Whats your favorite brand of crankbait?


----------



## BROWNDOG

The DT series by Rapala hands down, they always stay in tune and tend to hook up really well.........................


----------



## njsimonson

My favorite crank for bassin' is the Rapala Long Cast Minnow. Great for shore fishing, getting that extra heave, and they have that classic Rapala wiggle.


----------



## Invector

raps work well and storm wiggle warts. I also have been getting a lot of fish on a crystal minnow form Yo-Zuri. But I mostly stick with long minnow types or realy short fat baits.


----------



## greenheadfallon

I like the original rapala minnow in silver or gold the bass around here cant resist. But gooseboy if you really want to have some fun get a zara spook and go out at sundown. Fish at sundown and about an hour after and you will be in for some excitement. When a bass hits one of those at nite all you hear is thrashing ant then you got a big bass! Once you fish topwater at night youll be hooked. :beer:


----------



## Bore.224

I like the rebel minnow floater with a rattle.


----------



## waterwolf

> The DT series by Rapala hands down, they always stay in tune and tend to hook up really well.........................

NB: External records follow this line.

package web

import (
	"fmt"
	"html/template"
	"net/http"
	"time"
)

// Base is what every page has.
type Base struct {
	Title   string // of the browser's tab, before " · Epitally"
	Section string // "wafers", "bins" or "loads"; "" = none
	Search  string // what stands in the search field
	URL     string // path and query that reproduce the page; printed at its foot
	MadeAt  string // when, in the fab's zone; printed at the foot
	Finding Sentence
	Charts  bool // the page has charts
}

// ErrorPage says what was wrong and what to do now.
type ErrorPage struct {
	Base
	Status int
	Detail string
	Remedy string
}

// NewErrorPage makes the page of an HTTP status. detail may be empty.
func NewErrorPage(status int, detail string) ErrorPage {
	p := ErrorPage{Status: status, Detail: detail}
	say := func(what, remedy string) {
		p.Finding, p.Remedy = Sentence{Parts: []Part{{Text: what}}}, remedy
	}
	switch {
	case status == http.StatusNotFound:
		say("There is nothing at this address.", "Check the number for typing slips, or search for a wafer, run or lot above.")
	case status == http.StatusServiceUnavailable:
		say("The database does not answer just now.", "Nothing is lost. Load the page again in a minute; if it stays so, tell whoever runs the server.")
	case status >= http.StatusInternalServerError:
		say("The server could not make this page.", "Nothing is lost. Load the page again; if it stays so, tell whoever runs the server the time and the address of this page.")
	default:
		say("The server cannot answer this address as it is written.", "Go back, or start from the list of wafers.")
	}
	p.Title = fmt.Sprintf("%d %s", status, http.StatusText(status))
	return p
}

// Part is a piece of a sentence.
type Part struct {
	Text   string
	Strong bool   // the finding's numbers and names
	Em     bool   // names of specifications
	Href   string // "" = no link
}

// Sentence is the finding a page begins with.
type Sentence struct {
	Parts []Part
	Basis string // its sample and time, shown on hover and in print; "" = none
}

// Text is the sentence without links and weight.
func (s Sentence) Text() string {
	var b []byte
	for _, p := range s.Parts {
		b = append(b, p.Text...)
	}
	return string(b)
}

// Option is a choice of a form.
type Option struct {
	Value    string
	Label    string
	Selected bool
}

// Fact is a named value, perhaps a link.
type Fact struct {
	Name, Value, Href string
}

// Plate is a word of state; its look follows the word, colour only second.
type Plate struct {
	Word string
}

// Class is the style class of the plate.
func (p Plate) Class() string {
	switch p.Word {
	case "on colour", "stored", "sellable":
		return "plate plate-solid"
	case "long", "refused", "reject":
		return "plate plate-hatched"
	case "short", "unsellable":
		return "plate plate-counter"
	case "mixed", "reading":
		return "plate plate-dotted"
	default:
		return "plate plate-outlined"
	}
}

// Moment writes a time to the minute in the fab's zone: 2026-11-30 23:05 +08:00.
func Moment(t time.Time, zone *time.Location) string {
	if t.IsZero() {
		return noValue
	}
	return t.In(zone).Format("2006-01-02 15:04 -07:00")
}

func templateFuncs() template.FuncMap {
	return template.FuncMap{
		"count":  func(n int) string { return Count(n) },
		"plate":  func(word string) Plate { return Plate{word} },
		"plural": Plural,
		"field":  func(name, label string, options []Option) FilterField { return FilterField{name, label, options} },
	}
}

// Plural writes "1 wafer", "2 wafers"; many is the plural form.
func Plural(n int, one, many string) string {
	if n == 1 {
		return "1 " + one
	}
	return Count(n) + " " + many
}
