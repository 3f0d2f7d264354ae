package web

import (
	"fmt"
	"math"
	"strconv"
)

// RGB is a colour in sRGB, 8 bits a channel.
type RGB struct{ R, G, B uint8 }

// Hex is rrggbb.
func (c RGB) Hex() string { return fmt.Sprintf("%02x%02x%02x", c.R, c.G, c.B) }

// D65 white of sRGB, Y = 1 (IEC 61966-2-1).
const whiteX, whiteY, whiteZ = 0.95047, 1.0, 1.08883

// fromLCh gives the sRGB colour of CIELAB lightness L* (0 to 100), chroma and
// hue angle in degrees (CIE 15:2018, section 8; IEC 61966-2-1), and whether it
// lies inside the sRGB gamut.
func fromLCh(l, c, hueDeg float64) (RGB, bool) {
	h := hueDeg * math.Pi / 180
	fy := (l + 16) / 116
	fx, fz := fy+c*math.Cos(h)/500, fy-c*math.Sin(h)/200
	inverse := func(t float64) float64 {
		if t > 6.0/29 {
			return t * t * t
		}
		return 3 * (6.0 / 29) * (6.0 / 29) * (t - 4.0/29)
	}
	x, y, z := whiteX*inverse(fx), whiteY*inverse(fy), whiteZ*inverse(fz)
	r := 3.2404542*x - 1.5371385*y - 0.4985314*z
	g := -0.9692660*x + 1.8760108*y + 0.0415560*z
	b := 0.0556434*x - 0.2040259*y + 1.0572252*z
	const slack = 1e-3
	inside := min(r, g, b) > -slack && max(r, g, b) < 1+slack
	return RGB{encodeSRGB(r), encodeSRGB(g), encodeSRGB(b)}, inside
}

// fromLChInGamut lowers the chroma until the colour can be shown, keeping
// lightness and hue.
func fromLChInGamut(l, c, hueDeg float64) RGB {
	for ; c > 0; c -= 0.25 {
		if rgb, ok := fromLCh(l, c, hueDeg); ok {
			return rgb
		}
	}
	rgb, _ := fromLCh(l, 0, hueDeg)
	return rgb
}

func encodeSRGB(v float64) uint8 {
	v = min(max(v, 0), 1)
	if v <= 0.0031308 {
		v *= 12.92
	} else {
		v = 1.055*math.Pow(v, 1/2.4) - 0.055
	}
	return uint8(math.Round(255 * v))
}

func decodeSRGB(c uint8) float64 {
	v := float64(c) / 255
	if v <= 0.04045 {
		return v / 12.92
	}
	return math.Pow((v+0.055)/1.055, 2.4)
}

// luminance is the relative luminance Y of a colour (IEC 61966-2-1).
func (c RGB) luminance() float64 {
	return 0.2126*decodeSRGB(c.R) + 0.7152*decodeSRGB(c.G) + 0.0722*decodeSRGB(c.B)
}

// lightness is CIELAB L* (CIE 15:2018).
func (c RGB) lightness() float64 {
	y := c.luminance()
	if y > 216.0/24389 {
		return 116*math.Cbrt(y) - 16
	}
	return y * 24389 / 27
}

// contrast is the contrast ratio of two colours (WCAG 2.2, 1.4.3).
func contrast(a, b RGB) float64 {
	x, y := a.luminance(), b.luminance()
	return (max(x, y) + 0.05) / (min(x, y) + 0.05)
}

// mustHex reads rrggbb of a table of ours.
func mustHex(s string) RGB {
	v, err := strconv.ParseUint(s, 16, 24)
	if err != nil {
		panic("colour table: " + s)
	}
	return RGB{uint8(v >> 16), uint8(v >> 8), uint8(v)}
}
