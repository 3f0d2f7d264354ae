package web

import (
	"encoding/csv"
	"io"
	"math"
	"strconv"
)

// cell is a value as a person and as a program reads it.
type cell struct{ shown, raw string }

func textCell(s string) cell { return cell{s, s} }
func countCell(n int) cell   { return cell{Count(n), strconv.Itoa(n)} }

// numberCell has no raw text where there is no value.
func numberCell(v float64, decimals int) cell {
	if math.IsNaN(v) || math.IsInf(v, 0) {
		return cell{noValue, ""}
	}
	return cell{Number(v, decimals), strconv.FormatFloat(v, 'f', decimals, 64)}
}

// shareCell is raw a ratio between 0 and 1.
func shareCell(part, whole int) cell {
	if whole == 0 {
		return cell{noValue, ""}
	}
	return cell{Percent(part, whole), strconv.FormatFloat(float64(part)/float64(whole), 'f', 6, 64)}
}

func (t *Table) add(cells ...cell) {
	shown, raw := make([]string, len(cells)), make([]string, len(cells))
	for i, c := range cells {
		shown[i], raw[i] = c.shown, c.raw
	}
	t.Rows, t.Raw = append(t.Rows, shown), append(t.Raw, raw)
}

// WriteCSV writes the table as CSV (RFC 4180) with its head.
func (t *Table) WriteCSV(w io.Writer) error {
	out := csv.NewWriter(w)
	if err := out.Write(t.Head); err != nil {
		return err
	}
	return out.WriteAll(t.Raw)
}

The best IMO, but don't slap them on the water to shake a weed, the bills like to break.


----------



## cut'em

If I had to live by one and only one it would have to be a Rat-L-trap clear or stained water these baits always perform :lol:


----------



## tlowes

Manns mid 1-minus.


----------



## Bagman

When it comes to crankin' I like a few models. My 'old reliable/go-to' bait for coverinig alot of (shallow) water is the Bomber Long A in the Bleeding Minnow pattern...this unit will also draw alot of Pike strikes. Also enjoy the lipless cranks ala Rattl Trap and Rattlin Shad. Another killer crank bait is the Jointed Shad Rap. It runs a bit deeper than the others (and really grabs weeds) but in the right situations its a real fish getter.


----------



## Rick Acker

Shad Raps work well for me...Shallow runners to Deep!


----------



## goosebusters2

Rattlin Rapala


----------



## rdneibch

i fish kentucky lake alot.deep water river channel ledge fishing.for that it's a norman dd22 on 10lb test.that will flat wear you out at the end of the day.but it pays off big.


----------



## Ryan_Todd

i too like the dt series of rapalas, but i also like the fat free shad by excalibur, the wiggle wart and the smithwick rouge.


----------



## jamesavp

I like all Rattletraps, each brand has there advantages. I like using Bill lewis, Rapala, and Cordell Spot rattle traps. The spot has a louder rattle than the other two and the Rapala has a slight tighter wiggle than the other two, as for the Bill lewis, it has a good rattle and many different colors, alot more colors than the other two.

Either way the Lipless lures are my favorite, Great lure that you can work shallow,mid, and deep all day long


----------



## goosebusters

I have these lure called ripplin' redfins that bass and Northerns just love. They are a jerkbait with a real wide wobble. You can rip em, slow roll them on the surface or just crank them, they are extremely versatile and the fish just love them. 
They are made by cotton cordell, I like to take the middle treble out of them to prevent them from latching together.


----------